I remembered that one. Sorrel was a human girl, raised by dragons. I’d gotten most of that story down, before I’d moved on to a new one. I turned the page.
The Way Things Are
By Sam Kensington, age 7
This is the way things are:
The sun can go dark
The moon can be bright
Birds can walk on land
Humans can fly the skies
Plants have begun to eat animals
And animals know themselves better than humans do
Clouds can sing
Tears can laugh
And traveling across the worlds and the words,
Geniuses often go crazy.
I stared at the page, and I breathed a laugh. Jo looked at me, startled, and I met her eyes. “She saved everything,” I said. “Everything we gave her.” I started to hand the book to her, and a folded packet of white paper fell out. I smoothed out the creases and stared at the printed words.
There once lived a boy, and halfway across the world, there lived an elephant.
My hands started to tremble. I turned the page, scanned the story. Oh, God.
The boy looked up into the eye of the elephant. It was a deep gold, fire or magma rippling from a black pupil, surrounded by eyelashes that sprouted like a forest of saplings from the elephant’s wrinkled, gray-brown, timeworn skin. The boy looked into the eye of the elephant, and knew that the elephant had seen more than the boy could ever dream of. This elephant had seen from the beginning of time.
My childhood was in these pages. And she’d saved it. She’d saved it all, in this ratty cardboard box.
Better safe than sorry, right, Sam? But there once lived a boy, and there once lived an elephant. Elephants, marching across my mother’s mantel, trumpeting, the heralds of the dawn. Animals know themselves better than humans do.

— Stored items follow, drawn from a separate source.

import { describe, expect, it } from 'vitest'
import type { Wavefront } from '../../../../src-main/contract/result'
import type { End, Joint, Pulse } from '../../../../src-main/contract/rig'
import { traceWavefronts } from '../../../../src-main/engine/answers/traceWavefronts'
import { STEEL, type PlainRig } from './makePlainLine'
import { runPlain } from './runPlain'

const dt = 5e-6
const area = (Math.PI / 4) * 0.02 ** 2
const Z = 8000 * 5000 * area

const rectangle = (peak: number, from: number, to: number): Pulse => ({
  shape: 'rectangle',
  value: (t) => (t >= from - dt / 4 && t < to - dt / 4 ? peak : 0),
  rise: 0,
  breaks: [from, to],
})

/** The jumps of one directional wave at a place that the fronts foretell, by step, over the first front. */
function listJumps(fronts: Wavefront[], x: number, direction: 'right' | 'left'): Map<number, number> {
  const jumps = new Map<number, number>()
  for (const front of fronts) {
    const [low, high] = [Math.min(front.fromX, front.toX), Math.max(front.fromX, front.toX)]
    if (front.direction !== direction || x < low - 1e-9 || x > high + 1e-9) continue
    const share = (x - front.fromX) / (front.toX - front.fromX)
    const step = Math.round((front.fromT + share * (front.toT - front.fromT)) / dt)
    jumps.set(step, (jumps.get(step) ?? 0) + front.force)
  }
  return jumps
}

/** Runs a rig and holds every recorded jump at the gauges against the fronts, both ways. */
function expectFronts(
  plain: PlainRig,
  gauges: { bar: number; at: number }[],
  first: number,
  tolerance = 1e-9,
) {
  const { line, record } = runPlain({ dt, ...plain }, gauges)
  const fronts = traceWavefronts(line, record, { threshold: 1e-6 })
  for (const trace of record.gauges)
    for (const [direction, wave] of [
      ['right', trace.rightgoing],
      ['left', trace.leftgoing],
    ] as const) {
      const jumps = listJumps(fronts, trace.x, direction)
      let seen = 0
      for (let k = 1; k < wave.length; k++) {
        const recorded = (wave[k] - wave[k - 1]) / first
        if (Math.abs(recorded) > 1e-4) seen++
        expect(Math.abs(recorded - (jumps.get(k) ?? 0))).toBeLessThan(tolerance)
      }
      expect(seen).toBeGreaterThan(0)
    }
  return fronts
}

describe('fronts against the recorded run: every jump at a gauge is a front, and every front a jump', () => {
  it('like bars: one pulse of 2L/c passes whole into the target', () => {
    const fronts = expectFronts(
      {
        duration: 600e-6,
        bars: [
          { velocity: 10, sections: [{ length: 0.3, diameter: 0.02 }] },
          { sections: [{ length: 0.9, diameter: 0.02 }] },
        ],
      },
      [
        { bar: 1, at: 0.2 },
        { bar: 1, at: 0.7 },
      ],
      (-Z * 10) / 2,
    )
    expect(fronts.slice(0, 4)).toMatchObject([
      { direction: 'left', fromX: 0.3, fromT: 0, toX: 0, force: 1 },
      { direction: 'right', fromX: 0.3, fromT: 0, toX: 1.2, force: 1 },
      { direction: 'right', fromX: 0, toX: 0.3, force: -1 },
      { direction: 'right', fromX: 0.3, toX: 1.2, force: -1 },
    ])
    expect(fronts[3].fromT).toBeCloseTo(120e-6, 12)
  })

  it('a striker of twice the impedance: the tail steps down and nothing comes back over the open contact', () => {
    const first = (-Z * 10 * 2 * 1) / 3
    expectFronts(
      {
        duration: 900e-6,
        bars: [
          { velocity: 10, sections: [{ length: 0.3, area: () => 2 * area }] },
          { sections: [{ length: 0.9, area: () => area }] },
        ],
      },
      [
        { bar: 0, at: 0.1 },
        { bar: 1, at: 0.2 },
      ],
      first,
    )
  })

  it('a stepped shaft of two materials on a fixed end, with a rectangular pulse', () => {
    const light = { ...STEEL, density: 2000, modulus: 50e9 }
    const fronts = expectFronts(
      {
        duration: 800e-6,
        leftEnd: { kind: 'force', pulse: rectangle(-8e3, 20e-6, 60e-6) },
        rightEnd: { kind: 'fixed' },
        bars: [
          {
            sections: [
              { length: 0.3, diameter: 0.02 },
              { length: 0.2, diameter: 0.03 },
              { length: 0.25, diameter: 0.015, material: light },
            ],
          },
        ],
      },
      [
        { bar: 0, at: 0.1 },
        { bar: 0, at: 0.4 },
        { bar: 0, at: 0.6 },
      ],
      8e3,
    )
    expect(fronts[0]).toMatchObject({ direction: 'right', fromX: 0, force: 1, spread: false })
    expect(fronts[0].fromT).toBeCloseTo(20e-6, 12)
    expect(fronts.find((front) => front.fromX === 0 && front.fromT > 50e-6)).toMatchObject({ force: -1 })
  })

  it('ends that move, take all, carry a mass or a dashpot', () => {
    const bar = {
      sections: [
        { length: 0.3, diameter: 0.02 },
        { length: 0.3, diameter: 0.03 },
      ],
    }
    const support = {
      kind: 'support',
      stiffness: 0,
      damping: 0.4 * Z,
      mass: 0,
      joint: 'bonded',
      gap: 0,
    } as const
    const gauges = [
      { bar: 0, at: 0.1 },
      { bar: 0, at: 0.5 },
    ]
    const duration = 700e-6
    const pulse = rectangle(3, 0, 50e-6)
    expectFronts(
      { duration, bars: [bar], leftEnd: { kind: 'velocity', pulse }, rightEnd: support },
      gauges,
      -3 * Z,
    )
    expectFronts(
      { duration, bars: [bar], leftEnd: support, rightEnd: { kind: 'velocity', pulse } },
      gauges,
      3 * Z * 2.25,
    )
    const push: Pulse = { ...pulse, value: (t) => 1e-5 * Math.min(1, Math.max(0, (t + dt / 2) / 50e-6)) }
    expectFronts({ duration, bars: [bar], leftEnd: { kind: 'displacement', pulse: push } }, gauges, -Z * 0.2)
    const passed = expectFronts(
      {
        duration,
        bars: [bar, bar],
        joints: [{ kind: 'bonded' }],
        leftEnd: { kind: 'force', pulse },
        rightEnd: { kind: 'matched' },
      },
      [{ bar: 1, at: 0.1 }],
      -3,
    )
    expect(passed.some((front) => front.direction === 'left' && front.fromX > 1.19)).toBe(false)
  })

  it('a point load sends both ways, a release of preload from each free end', () => {
    const step: Pulse = {
      shape: 'step',
      value: (t) => (t >= 30e-6 - dt / 4 ? 1e4 : 0),
      rise: 0,
      breaks: [30e-6],
    }
    const loaded = expectFronts(
      {
        duration: 500e-6,
        bars: [{ sections: [{ length: 0.5, diameter: 0.02 }] }],
        loads: [{ bar: 0, at: 0.2, pulse: step }],
      },
      [
        { bar: 0, at: 0.1 },
        { bar: 0, at: 0.4 },
      ],
      -5e3,
    )
    expect(loaded.slice(0, 2)).toMatchObject([
      { direction: 'left', force: -1 },
      { direction: 'right', force: 1 },
    ])
    expectFronts(
      {
        duration: 500e-6,
        bars: [{ preload: 6e3, sections: [{ length: 0.5, diameter: 0.02 }] }],
        leftEnd: { kind: 'fixed' },
      },
      [
        { bar: 0, at: 0.1 },
        { bar: 0, at: 0.4 },
      ],
      -6e3,
    )
  })

  it('a wall struck: the bar comes to rest, turns round and leaves', () => {
    const fronts = expectFronts(
      {
        duration: 500e-6,
        bars: [{ velocity: 4, sections: [{ length: 0.5, diameter: 0.02 }] }],
        rightEnd: { kind: 'wall', gap: 0 },
      },
      [{ bar: 0, at: 0.1 }],
      -4 * Z,
    )
    expect(fronts).toHaveLength(2)
  })
})

describe('fronts where the trace is by its own rules', () => {
  it('begins anew where a gap closes', () => {
    const { line, record } = runPlain({
      dt,
      duration: 400e-6,
      bars: [
        { velocity: 10, sections: [{ length: 0.3, diameter: 0.02 }] },
        { sections: [{ length: 0.2, diameter: 0.02 }] },
        { sections: [{ length: 0.3, diameter: 0.02 }] },
      ],
      joints: [
        { kind: 'contact', gap: 1e-4 },
        { kind: 'contact', gap: 2e-4 },
      ],
    })
    const fronts = traceWavefronts(line, record)
    // 0.1 mm at 10 m/s: 10 us; then L/c = 40 us, and 0.2 mm at the free face's 10 m/s: 70 us.
    expect(fronts[0].fromT).toBeCloseTo(10e-6, 12)
    const second = fronts.filter(
      (front) => front.fromX === 0.5 && front.force === 1 && front.direction === 'right',
    )
    expect(second[0].fromT).toBeCloseTo(70e-6, 12)
  })

  it('takes a wall that is never reached for a free end, whatever the rounding of its force', () => {
    const plain: PlainRig = {
      duration: 900e-6,
      leftEnd: { kind: 'force', pulse: rectangle(7e3, 15e-6, 65e-6) },
      bars: [
        {
          sections: [
            { length: 0.3, diameter: 0.02 },
            { length: 0.2, diameter: 0.0233 },
          ],
        },
      ],
    }
    const gauges = [{ bar: 0, at: 0.1 }]
    const free = expectFronts(plain, gauges, -7e3)
    expect(expectFronts({ ...plain, rightEnd: { kind: 'wall', gap: 1 } }, gauges, -7e3)).toEqual(free)
  })

  it('runs through a taper as one line that grows by sqrt(Z2/Z1) and is spread from there on', () => {
    const { line, record } = runPlain({
      dt,
      duration: 200e-6,
      leftEnd: { kind: 'force', pulse: rectangle(-1e4, 0, 1) },
      bars: [
        {
          sections: [
            { length: 0.3, diameter: 0.02 },
            { length: 0.1, diameter: [0.02, 0.04] },
            { length: 0.2, diameter: 0.04 },
          ],
        },
      ],
    })
    const fronts = traceWavefronts(line, record)
    expect(fronts.slice(0, 3)).toMatchObject([
      { spread: false, force: 1 },
      { spread: true },
      { spread: true },
    ])
    expect(fronts[1].force).toBeCloseTo(2, 13)
    expect(fronts[2].force).toBeCloseTo(2, 13)
    expect(fronts[3]).toMatchObject({ direction: 'left', spread: true })
    expect(fronts[3].fromX).toBeCloseTo(0.6, 13)
  })

  it('drops what is under the threshold and stops at the count', () => {
    const plain: PlainRig = {
      dt,
      duration: 3e-3,
      leftEnd: { kind: 'force', pulse: rectangle(-1e4, 0, 1) },
      bars: [
        {
          sections: Array.from({ length: 20 }, (_, i) => ({
            length: 0.05,
            diameter: i % 2 === 0 ? 0.02 : 0.021,
          })),
        },
      ],
    }
    const { line, record } = runPlain(plain)
    const fronts = traceWavefronts(line, record)
    expect(Math.min(...fronts.map(({ force }) => Math.abs(force)))).toBeGreaterThan(0.0199)
    expect(traceWavefronts(line, record, { threshold: 0, most: 100 })).toHaveLength(100)
    expect(traceWavefronts(line, record, { threshold: 0.5 }).length).toBeLessThan(fronts.length)
  })

  it('draws nothing where nothing happens', () => {
    const { line, record } = runPlain({
      dt,
      bars: [{ velocity: 3, sections: [{ length: 0.2, diameter: 0.02 }] }],
    })
    expect(traceWavefronts(line, record)).toEqual([])
  })

  it.each<[string, End, number]>([
    ['free', { kind: 'free' }, -1],
    ['a force that stays', { kind: 'force', pulse: rectangle(0, 0, 1) }, -1],
    ['fixed', { kind: 'fixed' }, 1],
    ['a mass', { kind: 'mass', mass: 2, velocity: 0, joint: 'bonded', gap: 0 }, 1],
    ['a spring', { kind: 'support', stiffness: 1e8, damping: 0, mass: 0, joint: 'bonded', gap: 0 }, -1],
    [
      'a mass on a spring',
      { kind: 'support', stiffness: 1e8, damping: 9, mass: 1, joint: 'bonded', gap: 0 },
      1,
    ],
    [
      'a dashpot of 3 Z',
      { kind: 'support', stiffness: 0, damping: 3 * Z, mass: 0, joint: 'bonded', gap: 0 },
      0.5,
    ],
  ])('turns back from %s as (D - Z)/(D + Z)', (_, rightEnd, expected) => {
    const leftEnd = { kind: 'force', pulse: rectangle(-1e4, 0, 1) } as const
    const { line, record } = runPlain({
      dt,
      leftEnd,
      rightEnd,
      bars: [{ sections: [{ length: 0.3, diameter: 0.02 }] }],
    })
    const back = traceWavefronts(line, record)[1]
    expect(back).toMatchObject({ direction: 'left', fromX: 0.3 })
    expect(back.force).toBeCloseTo(expected, 13)
  })

  it.each<[string, Partial<Extract<Joint, { kind: 'cushion' }>>, number, number]>([
    ['a spring', {}, -1, 0],
    ['a dashpot of Z', { damping: Z }, -1 / 3, 2 / 3],
    ['a mass on each face', { mass: 1 }, 1, 0],
  ])('meets in a cushion with %s what moves at once', (_, change, back, through) => {
    const cushion: Joint = {
      kind: 'cushion',
      stiffness: 1e8,
      curve: null,
      unloading: null,
      damping: 0,
      mass: 0,
      gap: 0,
      tension: true,
      ...change,
    }
    const bar = { sections: [{ length: 0.3, diameter: 0.02 }] }
    const leftEnd = { kind: 'force', pulse: rectangle(-1e4, 0, 1) } as const
    const { line, record } = runPlain({ dt, leftEnd, bars: [bar, bar], joints: [cushion] })
    const fronts = traceWavefronts(line, record)
    const after = fronts.filter((front) => front.fromX === 0.3 && front.fromT < 70e-6)
    expect(after.find((front) => front.direction === 'left')!.force).toBeCloseTo(back, 13)
    expect(after.find((front) => front.direction === 'right')?.force ?? 0).toBeCloseTo(through, 13)
  })

  it("starts a hammer's blow and ends it where the front comes back from the free end", () => {
    const leftEnd = { kind: 'mass', mass: 0.5, velocity: 6, joint: 'contact', gap: 0 } as const
    const { line, record } = runPlain({
      dt,
      leftEnd,
      bars: [{ sections: [{ length: 0.3, diameter: 0.02 }] }],
    })
    const fronts = traceWavefronts(line, record)
    expect(fronts.map(({ force }) => force).slice(0, 2)).toEqual([1, -1])
    // Far end free: the force, s0 exp(-Z t/M) by then, drops to zero at 2L/c (Love, art. 281, from memory).
    const third = fronts[2]
    expect(third.fromT).toBeCloseTo(120e-6, 12)
    // Recorded force one step of 5 us before, by the midpoint rule: within 0.5 % of the first front.
    expect(third.force).toBeCloseTo(1 - Math.exp((-Z * 120e-6) / 0.5), 2)
  })

  it('begins a smooth pulse at its onset', () => {
    const pulse: Pulse = {
      shape: 'half-sine',
      value: (t) => (t > 50e-6 && t < 150e-6 ? -1e4 * Math.sin((Math.PI * (t - 50e-6)) / 100e-6) : 0),
      rise: 30e-6,
      breaks: [50e-6, 150e-6],
    }
    const { line, record } = runPlain({
      dt,
      leftEnd: { kind: 'force', pulse },
      bars: [{ sections: [{ length: 0.3, diameter: 0.02 }] }],
    })
    const [first] = traceWavefronts(line, record)
    expect(first.force).toBe(1)
    expect(first.fromT).toBeCloseTo(50e-6, 12)
  })
})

Elephants grieve. But elephants also create art.
Are you watching, Mom? Can you see me, from wherever you are? I don’t believe you’re completely gone.
“One sec,” I said to Jo. I stood up and walked outside the house, pulled out my cell phone, and selected a number from the contacts.
The phone rang once, twice. “Hello?”
“Hi, Ahmed? It’s Sam.”
“Hey, Sam. Man, I’m sorry. I heard about your mom.”
“Thank you.” I took a long breath. “Ahmed—this is kind of a long shot. But by any chance, is that job still open? The one you offered me? The one in Africa?”